Speaking to Building, Ritchie said the HCA was having “early stage” discussions with the Department for Communities and Local Government about “re-profiling” spend under the government’s four year Affordable Rent programme, which is currently loaded towards the end of the period to 2015, to spread it more evenly.
The news follows the release of statistics yesterday that showed that affordable housing starts in 2011/12 fell 68% on the previous year.
Labour politicians hit out immediately at the figures, which showed that just 15,698 affordable homes for rent or sale were started in the year to March 2012, compared to 49,363 the year before.
Ritchie said the HCA remained on target to fund the construction of 170,000 homes between 2011 and 2015, despite the fall, but that nevertheless concerns had been raised over the “backloading” of the spending programme.
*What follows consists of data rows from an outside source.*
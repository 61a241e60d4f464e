import { mkdir, rmdir, stat } from 'node:fs/promises';
import { basename, dirname, extname, join, resolve } from 'node:path';
import { StopError, fsReason } from './errors.js';
import type { RecalcResult } from './pipeline.js';
import { commitAll, type WriteJob } from './write/atomic.js';
import { COMMA_DIALECT, writeResultsCsv, type CsvDialect } from './write/csv.js';
import { outputColumns, reportedWithMark } from './write/output-columns.js';
import type { RunInfo } from './write/workbook/index.js';
import { VERSION } from './version.js';
import { htmlReportJobs } from './report/html.js';
import type { TrendSeries } from './history/trends.js';
import type { OnProgress } from './progress.js';

export const OUTPUT_KINDS = ['csv', 'xlsx', 'html'] as const;
export type OutputKind = (typeof OUTPUT_KINDS)[number];

export interface WriteOptions {
  /** Folder for the outputs (created if missing). */
  outDir: string;
  /** Which outputs to write (default all). */
  outputs?: readonly OutputKind[];
  /** Replace existing outputs (default false: an existing output stops the run before anything is written). */
  force?: boolean;
  /**
   * Facts about the run for the Provenance sheet and the report. Default: now, the
   * command "phasebook library call" and this phasebook's version.
   */
  run?: Partial<RunInfo>;
  /** QC history series (history/trends.ts) for the report's control charts and the workbook's Trends sheet. */
  history?: readonly TrendSeries[];
  /** The history file the series came from, as given (the Trends sheet names it). */
  historyFile?: string;
  /** Told how many rows have been written (progress.ts draws it on a terminal). */
  onProgress?: OnProgress;
  /** Told what the commit did besides writing (a stale lock taken over, leftovers of a stopped run). */
  onNotice?: (text: string) => void;
  /** The results CSV's dialect: as the worklist's (default), or comma, semicolon or tab. */
  csvDialect?: CsvDialectChoice;
}

export const CSV_DIALECTS = ['as-input', 'comma', 'semicolon', 'tab'] as const;
export type CsvDialectChoice = (typeof CSV_DIALECTS)[number];

/**
 * The results CSV's dialect. As the input: a CSV worklist's delimiter, decimal mark (as
 * decided for its numbers) and BOM; an XLSX worklist gives comma and decimal point.
 * Chosen: comma with decimal points, semicolon with decimal commas, tab with decimal points.
 */
export function csvDialectOf(result: RecalcResult, choice: CsvDialectChoice = 'as-input'): CsvDialect {
  const bom = result.raw.format.bom ?? false;
  switch (choice) {
    case 'comma':
      return { delimiter: ',', decimal: '.', bom };
    case 'semicolon':
      return { delimiter: ';', decimal: ',', bom };
    case 'tab':
      return { delimiter: '\t', decimal: '.', bom };
    default:
      return result.raw.format.kind === 'csv'
        ? { delimiter: result.raw.format.delimiter ?? ',', decimal: result.table.numberFormat.decimal, bom }
        : COMMA_DIALECT;
  }
}

/** Rows a spreadsheet sheet holds, the header included (Excel's limit, 2^20). */
export const MAX_SHEET_ROWS = 1_048_576;

/**
 * Why the workbook is not written for this many rows, or undefined when it is.
 * A worklist longer than one sheet gets no workbook (its Results would not fit
 * on one sheet, and a Results sheet split over several is no longer one table
 * a reviewer can sort and filter); the results CSV is still written in full.
 */
export function workbookDeclined(rowsOut: number): string | undefined {
  if (rowsOut + 1 <= MAX_SHEET_ROWS) return undefined;
  return (
    `the workbook was not written: the worklist has ${rowsOut.toLocaleString('en-US')} rows and a spreadsheet sheet holds ` +
    `${(MAX_SHEET_ROWS - 1).toLocaleString('en-US')} below its header; the results CSV holds every row`
  );
}

/** Paths of the single-file outputs of a worklist: `<stem>.results.csv`, `<stem>.xlsx` (reports: one per batch). */
export function outputPaths(worklistPath: string, outDir: string): Record<'csv' | 'xlsx', string> {
  const stem = outputStem(worklistPath);
  return { csv: join(outDir, `${stem}.results.csv`), xlsx: join(outDir, `${stem}.xlsx`) };
}

/** Every output is named after the worklist's file name without its extension. */
function outputStem(worklistPath: string): string {
  return basename(worklistPath, extname(worklistPath));
}

/**
 * The real reason a recursive mkdir failed: Node's recursive mkdir reports ENOENT on a
 * read-only file system (and in other cases where a parent exists), which would read as
 * "no such file". Find the nearest folder that exists and create its child plainly.
 */
async function whyMkdirFailed(path: string, err: unknown): Promise<unknown> {
  if ((err as { code?: string }).code !== 'ENOENT') return err;
  let child = resolve(path);
  for (let parent = dirname(child); parent !== child; child = parent, parent = dirname(parent)) {
    try {
      if (!(await stat(parent)).isDirectory()) return err;
    } catch {
      continue; // not there either: go up
    }
    try {
      await mkdir(child);
      await rmdir(child); // it could be made after all: the first error stands
      return err;
    } catch (plain) {
      return plain;
    }
  }
  return err;
}

/** Write the chosen outputs atomically: all of them, or none (DESIGN.md §7). */
export async function writeOutputs(result: RecalcResult, options: WriteOptions): Promise<Record<string, string[]>> {
  const kinds = options.outputs ?? OUTPUT_KINDS;
  const run: RunInfo = {
    timestamp: options.run?.timestamp ?? new Date().toISOString(),
    command: options.run?.command ?? 'phasebook library call (writeOutputs)',
    version: options.run?.version ?? VERSION,
    ...(options.run?.node !== undefined ? { node: options.run.node } : {}),
  };
  try {
    await mkdir(options.outDir, { recursive: true });
  } catch (err) {
    throw new StopError('output', `cannot create the output folder: ${fsReason(await whyMkdirFailed(options.outDir, err))}`, {
      file: options.outDir,
    });
  }
  const paths = outputPaths(result.worklist.path, options.outDir);
  const columns = outputColumns(result);
  const jobs: WriteJob[] = [];
  // Progress: rows written by the output being written, and the part of all outputs done.
  let jobsDone = 0;
  const report = (rows: number, partOfJob: number) =>
    options.onProgress?.({ stage: 'write', rows, totalRows: result.rowsOut, fraction: (jobsDone + partOfJob) / Math.max(1, jobs.length) });
  if (kinds.includes('csv')) {
    const dialect = csvDialectOf(result, options.csvDialect);
    jobs.push({
      target: paths.csv,
      write: (tmp) =>
        writeResultsCsv(
          tmp,
          {
            headers: columns.map((c) => c.header),
            columns: columns.map((c) =>
              c.kind === 'number'
                ? { kind: 'number', values: c.values }
                : { kind: 'text', values: c.role === 'reported_result' ? reportedWithMark(c.values, result.method, dialect.decimal) : c.values },
            ),
            rowCount: result.rowsOut,
          },
          { onRows: options.onProgress && ((rows) => report(rows, rows / Math.max(1, result.rowsOut))), dialect },
        ),
    });
  }
  const workbook = kinds.includes('xlsx') && workbookDeclined(result.rowsOut) === undefined;
  if (workbook) {
    // Loaded only when a workbook is written: exceljs takes a noticeable part of start-up.
    const history = options.history && { file: options.historyFile ?? 'QC history', series: options.history };
    jobs.push({ target: paths.xlsx, write: async (tmp) => (await import('./write/workbook/index.js')).writeWorkbook(tmp, result, { run, history }) });
  }
  const written: Record<string, string[]> = {};
  if (kinds.includes('csv')) written.csv = [paths.csv];
  if (workbook) written.xlsx = [paths.xlsx];
  if (kinds.includes('html')) {
    const html = htmlReportJobs(result, { outDir: options.outDir, stem: outputStem(result.worklist.path), history: options.history, run });
    // In a lane of their own: written while the CSV and the workbook are (see WriteJob.lane).
    jobs.push(...html.map((job) => ({ ...job, lane: 'reports' })));
    written.html = html.map((j) => j.target);
  }
  if (options.onProgress) {
    for (const job of jobs) {
      const write = job.write;
      job.write = async (tmp) => {
        await write(tmp);
        jobsDone++;
        report(result.rowsOut, 0);
      };
    }
  }
  const inputs = [
    { path: result.worklist.path, role: 'the worklist' },
    { path: result.method.file, role: 'the method' },
    ...(options.historyFile ? [{ path: options.historyFile, role: 'the QC history' }] : []),
  ];
  // The reports are one per batch: a report of a batch that is not in this run is an earlier
  // output of this worklist, which --force removes with the rest (it stops the run without).
  const stem = outputStem(result.worklist.path);
  const outputSet = kinds.includes('html')
    ? { folder: options.outDir, belongs: (name: string) => name.startsWith(`${stem}.`) && name.endsWith('.report.html') }
    : undefined;
  await commitAll(jobs, { force: options.force, inputs, outputSet, onNotice: options.onNotice });
  return written;
}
She said: “No conclusions have been reached but we are looking at the overall profile of spend and whether it can be flattened. We’re also reviewing the contracts that we’ve signed and discussing with partners what flexibility there is to deliver outputs at different times.”
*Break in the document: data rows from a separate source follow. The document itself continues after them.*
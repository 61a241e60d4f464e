/**
 * Dependency order over column ids (STYLE.md habit 3): generic, knows nothing of
 * formulas. Kahn's algorithm; ids left over sit on or behind a cycle, and each
 * cycle is reported as the ids in it, in order.
 */
export function dependencyOrder<Id>(ids: readonly Id[], dependsOn: (id: Id) => readonly Id[]): { order: Id[]; cycles: Id[][] } {
  const known = new Set(ids);
  const indegree = new Map<Id, number>();
  const dependents = new Map<Id, Id[]>();
  for (const id of ids) {
    indegree.set(id, 0);
    dependents.set(id, []);
  }
  for (const id of ids) {
    for (const dep of new Set(dependsOn(id))) {
      if (!known.has(dep)) continue;
      indegree.set(id, indegree.get(id)! + 1);
      dependents.get(dep)!.push(id);
    }
  }
  const ready = ids.filter((id) => indegree.get(id) === 0);
  const order: Id[] = [];
  while (ready.length > 0) {
    const id = ready.shift()!;
    order.push(id);
    for (const next of dependents.get(id)!) {
      const left = indegree.get(next)! - 1;
      indegree.set(next, left);
      if (left === 0) ready.push(next);
    }
  }
  const rest = ids.filter((id) => indegree.get(id)! > 0);
  return { order, cycles: rest.length ? findCycles(rest, dependsOn) : [] };
}

function findCycles<Id>(rest: readonly Id[], dependsOn: (id: Id) => readonly Id[]): Id[][] {
  const inRest = new Set(rest);
  const cycles: Id[][] = [];
  const done = new Set<Id>();
  for (const start of rest) {
    if (done.has(start)) continue;
    // Walk dependencies inside the leftover set until a node repeats.
    const path: Id[] = [];
    const position = new Map<Id, number>();
    let cur: Id | undefined = start;
    while (cur !== undefined && !position.has(cur) && !done.has(cur)) {
      position.set(cur, path.length);
      path.push(cur);
      cur = dependsOn(cur).find((d) => inRest.has(d));
    }
    if (cur !== undefined && position.has(cur)) cycles.push(path.slice(position.get(cur)!));
    for (const id of path) done.add(id);
  }
  return cycles;
}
Under the current profile, spending on the government’s affordable rent programme ramps up from just £337m last year to £892m in 2014/5, with two-thirds of the spend in the last two years.
Ritchie admitted that the drop in starts in 2011/12 would impact on the number of completions next year, and said that the HCA was also in discussions with registered providers about tying down exactly what sites they were intending to deliver homes on.
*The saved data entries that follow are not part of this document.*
import { createRequire } from 'node:module';
import type * as MathJs from 'mathjs';
import type { MathNode } from 'mathjs';

/**
 * mathjs, loaded once, fast, and hardened.
 *
 * - Loaded from the single-file build (`mathjs/lib/browser/math.js`, listed in
 *   the package's exports; the same version and code as the ESM entry). The ESM
 *   entry evaluates about a thousand modules and creates every function on
 *   import, which made it the largest part of phasebook's start-up: about four
 *   times the CPU time of the single file (bench/README.md).
 * - Formulas are parsed by an instance of their own whose `Unit` is a stand-in:
 *   the parser never needs units, and mathjs builds its whole unit system (a few
 *   hundred typed functions, most of the remaining start-up) as soon as a
 *   SymbolNode class is made, only to tell, when a tree is *evaluated*, whether
 *   a bare name is a unit. phasebook evaluates its own way (engine/formula.ts),
 *   so the parser instance has no units at all. Likewise `subset`, `size` and
 *   `matrix`, which the accessor, index and assignment node classes use only
 *   when mathjs itself evaluates a tree, are stand-ins there: building them
 *   (matrices, equality, addition, ...) was two thirds of what making the
 *   parser still cost. Unit conversion factors (columns/units.ts) use an
 *   instance of their own, whose unit system is built the first time a
 *   conversion is needed. There `pow` is the one mathjs uses for two numbers
 *   (what a unit's prefix and power need: `Unit` raises the unit's value times
 *   its prefix to the unit's power), and `fix`, `round` and `equal`, which
 *   `Unit` uses only to split a unit into parts or compare values, are
 *   stand-ins: building mathjs's own (matrices, inverses, fractions, ...) was
 *   most of what a run's first unit cost (issue 17.6). Any other use throws.
 * - Hardened as the mathjs security page advises
 *   (https://mathjs.org/docs/expressions/security.html): `parse` is captured
 *   first, then everything that defines, imports, parses or evaluates code is
 *   replaced, on both instances and in the namespace trees are evaluated in
 *   (`expression.mathWithTransform`), by a function that throws. The properties
 *   are replaced directly: `math.import(…, {override})` reads each old value
 *   first, which would build every one of those functions just to discard it.
 *
 * Import mathjs through this module, never `from 'mathjs'` at run time (type
 * imports are free).
 */
const require = createRequire(import.meta.url);
const defaultInstance = require('mathjs/lib/browser/math.js') as MathJs.MathJsInstance;
// An instance's own `create(config)` makes a new instance with every function (mathjs binds its factories to it).
const createInstance = defaultInstance.create as unknown as (config: MathJs.ConfigOptions) => MathJs.MathJsInstance;

const DISABLED = ['import', 'createUnit', 'reviver', 'evaluate', 'parse', 'compile', 'simplify', 'derivative', 'resolve'] as const;

function put(target: object, name: string, value: unknown): void {
  Object.defineProperty(target, name, { value, configurable: true, enumerable: true, writable: true });
}

function harden(math: MathJs.MathJsInstance): void {
  const withTransform = (math as unknown as { expression: { mathWithTransform: object } }).expression.mathWithTransform;
  for (const name of DISABLED) {
    const stub = () => {
      throw new Error(`function ${name} is disabled`);
    };
    put(math, name, stub);
    put(withTransform, name, stub);
  }
}

/** Stands in for mathjs's Unit in the parser instance: no name is a unit there. */
function NoUnit(): never {
  throw new Error('units are not available to formulas');
}
NoUnit.isValuelessUnit = (): boolean => false;

/** What only evaluating a tree with mathjs needs: stand-ins in the parser instance, which only parses. */
const EVALUATION_ONLY = ['subset', 'size', 'matrix'] as const;

const parser = createInstance({ predictable: true });
put(parser, 'Unit', NoUnit);
for (const name of EVALUATION_ONLY) {
  put(parser, name, () => {
    throw new Error(`${name} is not available to the formula parser`);
  });
}
const capturedParse = parser.parse;
harden(parser);

/** mathjs's `pow` for two numbers (function/arithmetic/pow.js, default config): Math.pow with its two infinity rules. */
function powOfNumbers(x: unknown, y: unknown): number {
  if (typeof x !== 'number' || typeof y !== 'number' || !(x >= 0 || Number.isInteger(y))) {
    throw new Error(`pow is only available to units for a number raised to a power, got ${typeof x} ${String(x)} and ${typeof y} ${String(y)}`);
  }
  if ((x * x < 1 && y === Infinity) || (x * x > 1 && y === -Infinity)) return 0;
  return Math.pow(x, y);
}

/** What `Unit` uses only to split a unit into parts or compare two values: stand-ins in the units instance. */
const SPLIT_OR_COMPARE_ONLY = ['fix', 'round', 'equal'] as const;

const units = createInstance({});
put(units, 'pow', powOfNumbers);
for (const name of SPLIT_OR_COMPARE_ONLY) {
  put(units, name, () => {
    throw new Error(`${name} is not available to unit conversion`);
  });
}
harden(units);

/** Parse an expression into a syntax tree; nothing is evaluated. */
export function parseExpression(expr: string): MathNode {
  return capturedParse(expr);
}

/** A mathjs unit, for conversion factors (columns/units.ts); the unit system is built on first use. */
export const unit = ((...args: unknown[]) => (units.unit as (...a: unknown[]) => MathJs.Unit)(...args)) as MathJs.MathJsInstance['unit'];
“We’re confident we can deliver on the 170,000 target, but as part of the discussions we’re having with providers we obviously need to firm up the position on how they will deliver their development plans.”
The drop in starts follows the slashing of budgets for affordable housing by more than half in the 2010 Comprehensive Spending Review and the subsequent move to a new model of affordable housing funding, with higher rents levied on tenants to make up for lower capital grants.
Meanwhile the body said it had hit its targets for the completion of new homes, with 59,451 homes built, albeit still 8% down on 2010/11.
Steve Douglas, partner a social housing consultant Altair, said: “The sector has faced the perfect storm really – a downturn in the market, a change to a new funding system, and the transition to a new government. The figures then are no surprise. It’ll be 6-9 months before we have cause to panic if these starts aren’t improving by then.”
Labour shadow housing minister Jack Dromey said the figures revealed the “tragic failure” of the Coalition’s housing and economic policies.
He said: “The £4 billion cut to the affordable housing budget hit the construction and house building industries hard, helping tip us back into double-dip recession.”
But this morning housing minister Grant Shapps told the Radio 4 Today programme that the government was “confidently on track” to build 170,000 affordable homes by 2015.
“The big picture is this: We know from this set of stats that came out yesterday that we are now confidently on track to deliver 170,000 affordable homes by the end of this parliament – in other words in the next three years.”
“Let’s put all these stats to one side and concentrate on what we absolutely know for sure. We absolutely know for sure that we have the contracts in place and the diggers on the ground to build 170,000 affordable homes by 2015 - in the next three years.”